Phase 1b/2a Randomized Double-blind Study to Investigate Safety Tolerability PK PD Preliminary Efficacy of Oral Administration of SNIPR001 in Patients With Hematologic Malignancy Scheduled for Allogeneic Hematopoietic Stem-Cell Transplant Receiving FQ Prophylaxis & Harboring FQR Ecoli Pre-Transplant

NCT06938867 | Recruiting Phase 1 DMC FDA Drug

• 1 other identifier: SNIPR001-002
• Study Type: interventional
• Target: 24
• Locations: 1 country
• Sites: 8

Brief Summary

This is a Phase 1b/2a study in allogenic hematopoietic stem cell transplant patients to investigate the safety, PK, PD and preliminary efficacy of multiple oral administrations of SNIPR001 when given concomitantly with SoC levofloxacin.

Conditions

E Coli Infections; Allogenic Transplant Patients

Outcome Measures

Primary Outcomes (1)

• To assess the safety and tolerability of SNIPR001 in all patients who receive SNIPR001 or placebo in combination with standard of care (SoC) levofloxacin prophylaxis

  1. Incidence and severity of adverse events (AEs), treatment-emergent adverse events (TEAEs), and serious adverse events (SAEs), based on National Cancer Institute Common Terminology Criteria for Adverse Events Version 5 (NCI CTCAE v5.0).

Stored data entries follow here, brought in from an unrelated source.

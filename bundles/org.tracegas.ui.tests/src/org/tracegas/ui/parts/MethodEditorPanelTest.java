package org.tracegas.ui.parts;

import static org.junit.jupiter.api.Assertions.assertEquals;
import static org.junit.jupiter.api.Assertions.assertFalse;
import static org.junit.jupiter.api.Assertions.assertTrue;

import java.nio.file.Path;
import java.util.List;

import org.eclipse.swt.SWT;
import org.eclipse.swt.graphics.Color;
import org.eclipse.swt.layout.FillLayout;
import org.eclipse.swt.widgets.Display;
import org.eclipse.swt.widgets.Event;
import org.eclipse.swt.widgets.Shell;
import org.eclipse.swt.widgets.TableItem;
import org.junit.jupiter.api.AfterEach;
import org.junit.jupiter.api.BeforeEach;
import org.junit.jupiter.api.Test;
import org.junit.jupiter.api.io.TempDir;
import org.tracegas.method.StoredMethod;
import org.tracegas.model.AnalysisMethod;
import org.tracegas.model.AnalysisRegion;
import org.tracegas.model.ContentVersion;
import org.tracegas.model.MethodVersion;
import org.tracegas.model.VersionKind;
import org.tracegas.model.edit.ModelEditor;
import org.tracegas.quantify.Analyte;
import org.tracegas.store.Session;
import org.tracegas.ui.Screens;
import org.tracegas.ui.session.DemoStaff;
import org.tracegas.ui.session.SeededProject;
import org.tracegas.ui.session.WorkspaceAccess;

AEs involving graft versus host disease (GvHD) will be graded according to the International Bone Marrow Registry Severity Index. 2. Time to neutrophil recovery (defined as the 1st day of ANC ≥0.5x109/L for 3 consecutive days) 3. Incidence of non-relapse mortality (NRM) 4. Incidence of all-cause mortality 5. Incidence of primary graft failure and secondary graft failure 6. Incidence of acute graft versus host disease (aGvHD) 7. Incidence of Clostridioides difficile (C. difficile) diarrhea 8. Median number of days from transplant to onset of neutropenic fever

  Day 30 and 100 for endpoints 1-7 and 1-2 weeks for endpoint 8

Secondary Outcomes (5)

• To assess the pharmacodynamics (PD) of SNIPR001 in all patients who receive SNIPR001 or placebo in combination with SoC levofloxacin prophylaxis

  Baseline and last day of dosing

• To assess the pharmacodynamics (PD) of SNIPR001 in all patients who receive SNIPR001 or placebo in combination with SoC levofloxacin prophylaxis

  Day-2 to end of dosing

• To assess the pharmacodynamics (PD) of SNIPR001 in all patients who receive SNIPR001 or placebo in combination with SoC levofloxacin prophylaxis

  Day-2 to end of dosing

• To assess the pharmacokinetics (PK) of SNIPR001 in all patients who receive SNIPR001 or placebo in combination with SoC levofloxacin prophylaxis

  From first dose of randomized treatment through 7 days after last dose of randomized treatment in stool, blood and urine

• To assess the preliminary efficacy of SNIPR001 in all patients who receive SNIPR001 or placebo in combination with SoC levofloxacin prophylaxis

  From the first dose of randomized treatment through 30 days after transplant.

Study Arms (2)

SNIPR001 Active

ACTIVE COMPARATOR

12 patients on SNIPR001 (BID for up to 30 days)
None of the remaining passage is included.